Añadir la leche e incorporar suavemente hasta que las migas empiecen a unirse y formar una masa. Usando la palma de la mano, trabajar la masa empujándola 4 o 5 veces hasta que esté suave. Hacer una bola con la masa, envolverla en film de cocina y refrigerar hasta su uso. -Para esta tarta, es mejor dejar reposar la masa 4 horas en la nevera.
Precalentar el horno a 180 y pintar el molde con mantequilla.
Sacar la pasta de la nevera y extender en una plancha de unos 3mm.

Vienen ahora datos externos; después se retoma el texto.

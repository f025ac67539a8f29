"""Inertia of a dense symmetric matrix by Bunch-Kaufman pivoting, its error measured."""

import numpy as np
import numpy.typing as npt
import scipy.linalg as la

from modalview.factor.rounding import gamma

Array = npt.NDArray[np.float64]

# A 2x2 pivot chosen by Bunch and Kaufman has a c < 0.42 b^2, one eigenvalue of each sign; beyond this
# share the block is not such a pivot and its signs are not trusted.
SHARE_OF_PIVOT = 0.9


def dense_inertia(matrix: Array, vector: Array) -> tuple[int, Array] | None:
    """Count the negative eigenvalues of P^T L D L^T P and measure its distance from the matrix.

    Parameters
    ----------
    matrix : array (n, n)
        Symmetric.
    vector : array (n,)
        Non-negative.

    Returns
    -------
    (negative, rounding) or None
        ``rounding`` (n,) is at least F times ``vector`` with |matrix - P^T L D L^T P| <= F entry by entry:
        the evaluated difference plus gamma_(n+4) (|A| + |L||D||L^T|) for evaluating it (two products).
        None when a pivot block is zero or not of the kind Bunch and Kaufman choose.

    References
    ----------
    J. R. Bunch, L. Kaufman (1977), Math. Comp. 31, 163. N. J. Higham (2002), Accuracy and Stability of
    Numerical Algorithms, 2nd ed., sections 3.5 and 11.1.
    """
    lower, blocks, _ = la.ldl(matrix, lower=True)
    negative = _negative(np.asarray(blocks, dtype=float))
    if negative is None:
        return None
    n = len(matrix)
    apart = np.abs(matrix - lower @ blocks @ lower.T)
    grown = np.abs(lower) @ (np.abs(blocks) @ (np.abs(lower.T) @ vector))
    rounding: Array = apart @ vector + gamma(2 * n + 8) * (grown + np.abs(matrix) @ vector)
    return negative, rounding


def _negative(blocks: Array) -> int | None:
    diagonal = np.diag(blocks)
    beside = np.diag(blocks, -1)
    first = np.flatnonzero(beside)
    single = np.ones(len(diagonal), dtype=bool)
    single[first] = single[first + 1] = False
    if np.any(diagonal[single] == 0):
        return None
    if np.any(diagonal[first] * diagonal[first + 1] > SHARE_OF_PIVOT * beside[first] ** 2):
        return None
    return int(np.count_nonzero(diagonal[single] < 0)) + first.size
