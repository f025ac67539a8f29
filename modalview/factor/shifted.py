"""K - sigma M factored on one fixed pattern, with a proven uncertainty of what its pivots count."""

from dataclasses import dataclass

import numpy as np
import numpy.typing as npt
import scipy.sparse as sp

from modalview.errors import NumericalError
from modalview.factor.dense import dense_inertia
from modalview.factor.held import held_margin
from modalview.factor.inertia import Inertia
from modalview.factor.parts import PencilParts
from modalview.factor.pattern import Pattern, union_pattern
from modalview.factor.relative import Relative
from modalview.factor.uncertainty import Extents, extents_of, factor_rounding

Array = npt.NDArray[np.float64]

# An uncertainty beyond this share of the shift is bounded more sharply unless asked otherwise.
REFINED_SHARE = 1e-9

# Margins asked of a large massless block, in turn.
MARGINS = (1e-2, 1e-4, 1e-6, 1e-8)


@dataclass(frozen=True, slots=True, eq=False)
class ShiftedPencil:
    """K - sigma M for any sigma, with massless coordinates left in (built by ``shifted_pencil``).

    Attributes
    ----------
    pattern : Pattern
        Order, map of values and shape of the factors; shared by pencils of equal structure.
    stiffness, inertia : arrays
        Values of K and M at the stored positions.
    extents : Extents
        What the uncertainty is made of.
    rigid_modes : int
        Known number of motions that stretch nothing.
    definite : bool
        Whether K is known to have no negative eigenvalue (a sum of positive terms).
    relative : Relative or None
        The same in coordinates relative over stiff terms, where there are terms.
    """

    pattern: Pattern
    stiffness: Array
    inertia: Array
    extents: Extents
    rigid_modes: int
    definite: bool
    relative: Relative | None = None

    @property
    def n(self) -> int:
        """Number of coordinates, massless ones included."""
        return self.pattern.n

    @property
    def modes(self) -> int:
        """Number of modes: coordinates with inertia."""
        return int(self.extents.basis_t.shape[0])

    def factorize(self, sigma: float, sharp: float = REFINED_SHARE) -> Inertia:
        """Count by the signs of sparse pivots; uncertainty infinite where pivoting broke the symmetry.

        Parameters
        ----------
        sigma : float
            rad**2/s**2.
        sharp : float
            An uncertainty beyond this share of sigma is worth the time to bound it more sharply.

        Notes
        -----
        P (K - sigma M) P^T + E = L U was computed without interchanges, U = D V^T with D = diag(U) and unit
        triangular L, V. Rounding leaves V not quite L. Let H = (L + V)/2 and R = (V - L)/2: then L D V^T =
        H D H^T - R D R^T + (H D R^T - R D H^T), whose last part is antisymmetric, so that the symmetric
        matrix counted, H D H^T, lies from P (K - sigma M) P^T only by R D R^T and the symmetric part of E.
        The number of negative u_ii is exactly its number of negative eigenvalues (Sylvester). Entry by
        entry its distance from the true K - sigma M is at most F, the sum of

        - gamma_(s+3) |L||U|, from the factorization (Higham, theorem 9.3: gamma_k for inner products of k
          terms in any order; s, the entries in the row of L or column of U, makes k <= s, one more for
          the multiplication by the reciprocal of the pivot);
        - |R||D||R|^T, measured;
        - gamma_2 (|K| + |sigma M|): the product sigma m and its subtraction;
        - gamma_(t+2) |A|^T k |A|: the sum of at most t terms k_i a_i a_i^T in one entry of K.

        Congruence with X = [W, sqrt(tau) Z], W^T M W = 1, Z the massless coordinates scaled by
        1/sqrt(K_ii), turns K - sigma M into diag(S - sigma 1, tau Z^T K Z), exactly, because W lets the
        massless coordinates follow statically. The error becomes |X|^T F |X| at most, whose largest row
        sum delta bounds its norm. By Weyl's theorem the count is that of an S displaced by at most delta,
        and the massless block adds nothing while delta < tau times its margin. W itself is rounded; its
        relative error and that of summing non-negative numbers are covered by SLACK.

        References
        ----------
        N. J. Higham (2002), Accuracy and Stability of Numerical Algorithms, 2nd ed., sections 3.1, 9.3
        and 11.1. J. J. Sylvester (1852); H. Weyl (1912).
        """
        pattern = self.pattern
        try:
            lu = pattern.factorize(self.stiffness - sigma * self.inertia)
        except RuntimeError:  # an exactly zero pivot column
            return Inertia(sigma, 0, np.inf, "sparse LDL^T")
        turned = pattern.turned
        if not (np.array_equal(lu.perm_r, turned) and np.array_equal(lu.perm_c, turned)):
            return Inertia(sigma, 0, np.inf, "sparse LDL^T", lu)
        extents = self.extents
        pivots, times = factor_rounding(pattern, lu)
        rounding = times(extents.vector(extents.tau(sigma)))
        delta = extents.uncertainty(sigma, rounding)
        if sharp * abs(sigma) < delta < np.inf:
            delta = min(delta, extents.refined(sigma, rounding, times))
        return Inertia(sigma, int(np.count_nonzero(pivots < 0)), delta, "sparse LDL^T", lu)

    def solve(self, found: Inertia, right: Array) -> Array:
        """Return x with (K - sigma M) x = right, (n,) or (n, q), from the factors found at sigma.

        Raises NumericalError where K - sigma M was singular.
        """
        if found.lu is None:
            raise NumericalError(f"K - sigma M is singular at sigma = {found.sigma:g} rad²/s².")
        stored = self.pattern.stored
        turned = np.empty_like(right)
        turned[stored] = right
        solution: Array = found.lu.solve(turned)[stored]
        return solution

    def factorize_dense(self, sigma: float) -> Inertia:
        """Count by dense Bunch-Kaufman pivots: any shift, n**3 operations; the same reading of the result.

        The distance of P^T L D L^T P from K - sigma M is measured by forming it, so no growth is assumed.
        """
        pattern = self.pattern
        matrix = pattern.matrix(self.stiffness - sigma * self.inertia).toarray()
        order = np.argsort(pattern.turned)
        extents = self.extents
        found = dense_inertia(matrix[np.ix_(order, order)], extents.vector(extents.tau(sigma)))
        if found is None:
            return Inertia(sigma, 0, np.inf, "dense Bunch-Kaufman")
        negative, rounding = found
        return Inertia(sigma, negative, extents.uncertainty(sigma, rounding), "dense Bunch-Kaufman")

    def least_uncertainty(self, sigma: float) -> float:
        """Return the part of the uncertainty that needs no factorization: no count is sharper than this."""
        return self.extents.least(sigma)


def shifted_pencil(parts: PencilParts, pattern: Pattern | None = None) -> ShiftedPencil:
    """Prepare K - sigma M for counts and solves at many shifts.

    Parameters
    ----------
    parts : PencilParts
    pattern : Pattern or None
        Of the union of K and M, where it is there from other values of the same model.

    Notes
    -----
    Cost: two sparse factorizations without a pattern.
    """
    K, M, massless = parts.K, parts.M, parts.massless
    if pattern is None:
        pattern = union_pattern(K, M)
    margin = held_margin(K, massless, _lowest) if massless.any() else np.inf
    return ShiftedPencil(
        pattern=pattern,
        stiffness=pattern.values(K),
        inertia=pattern.values(M),
        extents=extents_of(parts, pattern, margin),
        rigid_modes=parts.rigid_modes,
        definite=parts.definite,
        relative=_relative(parts),
    )


def _relative(parts: PencilParts) -> Relative | None:
    if parts.rows is None or parts.stiffness is None:
        return None
    scale = np.ones(parts.K.shape[0]) if parts.scale is None else parts.scale
    return Relative(parts.rows, parts.stiffness, parts.M, scale)


def _lowest(matrix: sp.csc_array) -> float:
    """Bound the lowest eigenvalue of a matrix of unit diagonal from below by counts; 0 proves nothing."""
    eye = sp.csc_array(sp.eye_array(matrix.shape[0]))
    none_massless = np.zeros(matrix.shape[0], dtype=bool)
    shifted = shifted_pencil(PencilParts(matrix, eye, eye, sp.csc_array(abs(matrix)), none_massless))
    for sigma in MARGINS:
        found = shifted.factorize(sigma)
        if found.negative == 0 and found.uncertainty < sigma:
            return sigma - found.uncertainty
    return 0.0
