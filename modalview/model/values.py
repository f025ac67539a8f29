"""Values as a person types them, kept as typed, with their tolerance and where they come from."""

from dataclasses import dataclass
from typing import Any

from modalview.errors import UnitError
from modalview.units.parse import read
from modalview.units.quantities import LENGTH, RATIO, Quantity
from modalview.units.show import short

# No number of a machine is beyond these in SI; squares and products of those within stay floating-point
# numbers, so that nothing computed from a typed value can overflow or vanish.
SMALLEST, LARGEST = 1e-30, 1e30
# Ends nearer to each other than 1e-9 of their coordinates have no direction: to this reach, in m, that is
# a tenth of a millimetre. Coordinates of a survey are larger; a model's are counted from its own zero.
FARTHEST = 1e5

# Source of a value that a new part was drawn with and that nobody has typed yet.
STARTING = "starting value, not given yet"


def is_sane(number: float) -> bool:
    """Tell whether a number is zero or of a size that can be computed with.

    >>> is_sane(0.0), is_sane(-4e8), is_sane(1e300), is_sane(float("nan"))
    (True, True, False, False)
    """
    return number == 0 or SMALLEST <= abs(number) <= LARGEST


@dataclass(frozen=True, slots=True)
class Entry:
    """A number as it was typed, with the number it means.

    Parameters
    ----------
    text : str
        As typed: "4.2 kN/mm".
    si : float
        The same in the SI unit of its quantity.
    """

    text: str
    si: float

    @classmethod
    def typed(cls, text: str, quantity: Quantity) -> "Entry":
        """Read ``text`` as ``quantity``; raise UnitError when it is not one, or of no machine's size."""
        si = read(text, quantity)
        if not is_sane(si):
            size = short(si) if quantity.si_unit == "1" else f"{short(si)} {quantity.si_unit}"
            raise UnitError(
                f'"{text}" is {size}; no machine has such a {quantity.name}: check unit and power'
            )
        if quantity == LENGTH and abs(si) > FARTHEST:
            raise UnitError(
                f'"{text}" is {short(si)} m; a length is at most {short(FARTHEST)} m, beyond which small '
                "distances would be lost: check unit and power, or count positions from a nearer zero"
            )
        return cls(text, si)


@dataclass(frozen=True, slots=True)
class Tolerance:
    """How far a value may lie from its nominal, to both sides.

    One of three ways of writing it: ``both`` ("10 %"), ``minus`` and ``plus`` ("10 %", "20 %"),
    or ``low`` and ``high`` (the file's from and to) in the value's own unit.
    """

    both: Entry | None = None
    minus: Entry | None = None
    plus: Entry | None = None
    low: Entry | None = None
    high: Entry | None = None

    @classmethod
    def symmetric(cls, text: str) -> "Tolerance":
        """Read "10 %" as plus and minus ten per cent."""
        return cls(both=Entry.typed(text, RATIO))

    def limits(self, nominal: float) -> tuple[float, float]:
        """Return the lowest and the highest value, in the unit of ``nominal``."""
        if self.low is not None and self.high is not None:
            return self.low.si, self.high.si
        minus = self.minus or self.both
        plus = self.plus or self.both
        return (
            nominal * (1 - (minus.si if minus else 0.0)),
            nominal * (1 + (plus.si if plus else 0.0)),
        )


class JsonObject(tuple[tuple[str, Any], ...]):
    """A JSON object as its pairs: hashable and immutable, and still told from a list of lists."""

    __slots__ = ()


@dataclass(frozen=True, slots=True)
class Value:
    """A typed value with what is known about it.

    Parameters
    ----------
    entry : Entry
        The number as typed and in SI.
    tolerance : Tolerance or None
        Of this value alone; None leaves it to the part or the model.
    source, status : str or None
        Where it comes from, and "datasheet", "measured" or "assumed".
    by, given : str or None, JsonObject or None
        The handbook entry it was computed by, and that entry's dimensions: any JSON, with lists as tuples.
    """

    entry: Entry
    tolerance: Tolerance | None = None
    source: str | None = None
    status: str | None = None
    by: str | None = None
    given: JsonObject | None = None

    @property
    def si(self) -> float:
        """Nominal value in SI."""
        return self.entry.si

    @property
    def text(self) -> str:
        """As typed."""
        return self.entry.text

    @classmethod
    def typed(cls, text: str, quantity: Quantity, tolerance: str | None = None) -> "Value":
        """Read ``text``, with a symmetric tolerance such as "10 %" if given."""
        return cls(
            Entry.typed(text, quantity),
            tolerance=Tolerance.symmetric(tolerance) if tolerance else None,
        )
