"""Lengths that nobody typed: what is pointed at on the sheet, as entries that read back to the same number.

A computed length carries rounding (0.1 + 0.2 is not 0.3). Lengths are therefore handled as decimals of
fifteen digits, which every typed length survives unharmed; sums of them are exact.
"""

import math
from collections.abc import Sequence
from decimal import Decimal
from fractions import Fraction

from modalview.errors import UnitError
from modalview.model.parts import Point
from modalview.model.values import SMALLEST, Entry
from modalview.units.parse import read, unit_of
from modalview.units.quantities import LENGTH
from modalview.units.show import short
from modalview.units.table import find_unit

# A double holds every decimal of so many digits.
DIGITS = 15
# More digits than this in inches say that the length was meant in metres.
SHORT = 8
_SYSTEM_UNIT = {"SI": "m", "mm-t": "mm", "inch-pound": "in"}


def decimal_of(number: float) -> Decimal:
    """Return the decimal of fifteen digits that a double stands for; UnitError when it is not finite.

    >>> decimal_of(0.1 + 0.2)
    Decimal('0.3')
    """
    if not math.isfinite(number):
        raise UnitError(f"a length must be a finite number; found {number}")
    return Decimal(f"{number:.{DIGITS}g}")


def length_entry(metres: float, system: str = "SI") -> Entry:
    """Return a length as a person would have typed it.

    Parameters
    ----------
    metres : float
        Taken to fifteen digits.
    system : str
        "SI", "mm-t" or "inch-pound". A length that is no short number of inches stays in metres.

    Returns
    -------
    Entry
        Its text reads back to its number.

    Raises
    ------
    UnitError
        When the length is not finite.

    Examples
    --------
    >>> length_entry(-0.5).text, length_entry(0.3175, "inch-pound").text, length_entry(0.1 + 0.2, "mm-t").text
    ('-0.5 m', '12.5 in', '300 mm')
    """
    unit = _SYSTEM_UNIT[system]
    exact = decimal_of(metres)
    return _in_unit(exact, unit, SHORT if unit == "in" else DIGITS) or _in_metres(exact)


def point_of(place: Sequence[float], system: str = "SI") -> Point:
    """Return a point given in metres as typed lengths."""
    return tuple(length_entry(metres, system) for metres in place)


def length_like(old: Entry, metres: float) -> Entry:
    """Return a length in the unit that another was typed in; that other itself where nothing changes.

    >>> length_like(Entry("850 mm", 0.85), 0.9).text
    '900 mm'
    """
    exact = decimal_of(metres)
    if exact == decimal_of(old.si):
        return old
    return _in_unit(exact, unit_of(old.text), DIGITS) or _in_metres(exact)


def _in_metres(exact: Decimal) -> Entry:
    number = float(exact) if abs(exact) >= Decimal(str(SMALLEST)) else 0.0
    return Entry(f"{_written(decimal_of(number))} m", number)


def _in_unit(exact: Decimal, spelling: str, most: int) -> Entry | None:
    """Return the length in a unit, or None when that takes more digits than ``most``."""
    unit = find_unit(spelling, LENGTH)
    if unit is None:
        return None
    if spelling == "m":
        return _in_metres(exact)
    amount = Fraction(exact) / unit.factor
    number = Decimal(f"{float(amount):.{most}g}")
    if Fraction(number) != amount:
        return None
    text = f"{_written(number)} {spelling}"
    return Entry(text, read(text, LENGTH))


def _written(number: Decimal) -> str:
    """Write a number without an exponent where that is short, and without zeros at the end."""
    plain = format(number.normalize(), "f") if number else "0"
    return plain if len(plain) <= DIGITS + 3 else short(float(number), DIGITS)
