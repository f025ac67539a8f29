"""Fields that hold more than one number, typed as one text: speeds, margins, directions, teeth.

What `composite_text` writes, `read_composite` reads, by the window's rule: a decimal comma is accepted where
a single value stands.
"""

import re
from collections.abc import Callable
from dataclasses import dataclass
from typing import Any

from modalview.errors import UnitError
from modalview.model.parts import (
    Axes,
    Body,
    Damper,
    Excitation,
    Gear,
    Machine,
    Margin,
    RigidLink,
    Shaft,
    SpeedRange,
    Spring,
)
from modalview.model.typed_machines import typed_direction, typed_margin, typed_rate, typed_speed
from modalview.model.values import Entry
from modalview.units.show import short

_VECTOR_PART = re.compile(r"[+-]?(?:[0-9]+\.?[0-9]*|\.[0-9]+)(?:[eE][+-]?[0-9]+)?")


@dataclass(frozen=True, slots=True)
class _Form:
    """How one kind of field is written and read."""

    write: Callable[[Any], str]
    read: Callable[[str], Any]


def composite_text(part: type, name: str, item: Any) -> str | None:
    """Return the text of a field that is typed as one although it holds more; None for every other field.

    >>> composite_text(Gear, "teeth", (84, -20)), composite_text(Gear, "stiffness", None)
    ('84 : -20', None)
    """
    form = _FORMS.get((part, name))
    if form is None:
        return None
    return "" if item is None else form.write(item)


def is_composite(part: type, name: str) -> bool:
    """Tell whether `read_composite` knows the field."""
    return (part, name) in _FORMS


def read_composite(part: type, name: str, text: str) -> Any:
    """Read what `composite_text` writes.

    Raises
    ------
    UnitError
        With the way such a field is written.

    Examples
    --------
    >>> read_composite(Machine, "speed", "600 to 1800 rpm").to.text
    '1800 rpm'
    >>> read_composite(Spring, "direction", "0 0.6 0.8")
    (0.0, 0.6, 0.8)
    """
    return _FORMS[part, name].read(text.replace("\u2212", "-").strip())


def _speed_text(speed: Entry | SpeedRange) -> str:
    return f"{speed.from_.text} to {speed.to.text}" if isinstance(speed, SpeedRange) else speed.text


def _margin_text(margin: Entry | Margin) -> str:
    return f"-{margin.below.text} / +{margin.above.text}" if isinstance(margin, Margin) else margin.text


def _vector_text(vector: tuple[float, ...]) -> str:
    return " ".join(short(number, 15) for number in vector)


def _numbers(text: str) -> tuple[float, ...] | None:
    words = re.split(r"[\s;]+", text.strip("[]() ").replace(", ", " "))
    if len(words) < 2 or not all(_VECTOR_PART.fullmatch(word) for word in words):
        return None
    return tuple(float(word) for word in words)


def _vector(text: str) -> tuple[float, ...]:
    found = _numbers(text)
    if found is None:
        raise UnitError(f'"{text}" cannot be read as a direction: write its components, such as "0 0.6 0.8"')
    return found


def _direction_text(direction: str | tuple[float, ...]) -> str:
    return direction if isinstance(direction, str) else _vector_text(direction)


def _direction(text: str) -> str | tuple[float, ...]:
    """Read a word as it is, several numbers as components; the rules tell which words there are."""
    return _numbers(text) or typed_direction(text) or text


def _teeth(text: str) -> tuple[int, int]:
    match = re.fullmatch(r"([+-]?\d{1,9})\s*[:/]\s*([+-]?\d{1,9})", text)
    if match is None:
        raise UnitError(f'"{text}" cannot be read as teeth: write those of both gears, such as "84 : 20"')
    return int(match[1]), int(match[2])


def _order(text: str) -> float:
    rate = typed_rate(text)
    if rate.order is None:
        raise UnitError(f'"{text}" is a fixed frequency; an order is a number such as "1" or "0.5x"')
    return rate.order


def _words(text: str) -> tuple[str, ...]:
    return tuple(re.split(r"[\s,;]+", text))


_DIRECTION = _Form(_direction_text, _direction)
_VECTOR = _Form(_vector_text, _vector)
_WORDS = _Form(", ".join, _words)
_MARGIN = _Form(_margin_text, typed_margin)
_FORMS: dict[tuple[type, str], _Form] = {
    (Machine, "speed"): _Form(_speed_text, typed_speed),
    (Machine, "margin"): _MARGIN,
    (Excitation, "margin"): _MARGIN,
    (Excitation, "order"): _Form(lambda order: short(order, 15), _order),
    (Excitation, "direction"): _DIRECTION,
    (Excitation, "axis"): _VECTOR,
    (Spring, "direction"): _DIRECTION,
    (Damper, "direction"): _DIRECTION,
    (Shaft, "axis"): _VECTOR,
    (Gear, "axis"): _VECTOR,
    (Gear, "teeth"): _Form(lambda teeth: f"{teeth[0]} : {teeth[1]}", _teeth),
    (Axes, "x"): _VECTOR,
    (Axes, "y"): _VECTOR,
    (Body, "dof"): _WORDS,
    (RigidLink, "directions"): _WORDS,
}
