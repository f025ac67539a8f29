"""A model in one of its load cases: the same machine with other masses or stiffnesses."""

from dataclasses import replace

from modalview.model.addresses import look, put, quantity_of
from modalview.model.parts import LoadCase, Model
from modalview.model.rules_records import changed_address
from modalview.model.values import Entry, Tolerance, Value
from modalview.units.parse import unit_of
from modalview.units.show import short

# Limits that move along with their value are written to so many digits.
DIGITS = 9


def in_load_case(model: Model, case: LoadCase) -> Model:
    """Return the model with the values of a load case in place.

    Tolerances stay with the values: shares as they are, limits at the same shares of the new value.

    Parameters
    ----------
    model : Model
        Free of faults.
    case : LoadCase
        Of this model.
    """
    for change in case.changes:
        address = changed_address(change, model)
        quantity = quantity_of(model, address) if address else None
        if address is None or quantity is None:
            continue
        model = put(model, address, with_number(look(model, address), Entry.typed(change.value, quantity)))
    return model


def with_number(value: Value, entry: Entry) -> Value:
    """Return a value with another number; limits of its own move along with it."""
    tolerance = value.tolerance
    if tolerance is not None and value.si:
        tolerance = moved_limits(tolerance, entry.si / value.si)
    return replace(value, entry=entry, tolerance=tolerance)


def moved_limits(tolerance: Tolerance, factor: float) -> Tolerance:
    """Return a tolerance for a value that is ``factor`` times as large: limits scale, shares stay.

    >>> from modalview.units.quantities import STIFFNESS
    >>> limits = Tolerance(low=Entry.typed("3 kN/mm", STIFFNESS), high=Entry.typed("5 kN/mm", STIFFNESS))
    >>> moved_limits(limits, 2.0).low
    Entry(text='6 kN/mm', si=6000000.0)
    """
    if tolerance.low is None or tolerance.high is None:
        return tolerance
    return replace(tolerance, low=_scaled(tolerance.low, factor), high=_scaled(tolerance.high, factor))


def _scaled(entry: Entry, factor: float) -> Entry:
    unit = unit_of(entry.text)
    # What stands before a unit that scales in proportion is a plain number; other texts ("35 mm under 900
    # kg") keep no more than their meaning.
    number = entry.text.removesuffix(unit).strip()
    try:
        return Entry(f"{short(float(number) * factor, DIGITS)} {unit}", entry.si * factor)
    except ValueError:
        return Entry(short(entry.si * factor, DIGITS), entry.si * factor)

Forrar un molde desmoldable con esta capa de masa y pinchar ligeramente la masa con un tenedor -no tienes que llegar a agujerear la masa! . Cubrir con papel de aluminio o con papel de horno. Poner encima un lecho de legumbres secas para que la base de la tarta no se hinche y suba durante la cocción; porque buscamos una capa fina y plana para la tarta (garbanzos, alubias o similar te servirán. Yo uso unas bolitas de cerámica que son solo para estas cocciones en ciego, pero las legumbres te servirán igual. Las legumbres las puedes volver a usar un par de veces más de nuevo para cocciones en ciego si las guardas sin nada de humedad en un bote hermético. Es obvio, pero estas legumbres no se pueden comer). Lleva al horno 20 minutos, sácala y retira las legumbres. Lleva de nuevo al horno otros 10 minutos.
Saca del horno y deja templar la base sobre una rejilla.

Relleno de crema de chocolate
En un cazo, lleva a ebullición la nata con el café y el azúcar. Cuando rompa a hervir, retira del fuego, añade el chocolate y remueve con fuerza hasta que deshaga con el calor de la nata. Añade la mantequilla en dados, los frutos secos y el huevo muy batido y mezcla hasta conseguir una crema homogénea. Deja que se entibie y vierte sobre la base de la tarta. Deja que se enfríe totalmente antes de llevarla a la nevera y sirve bien fría.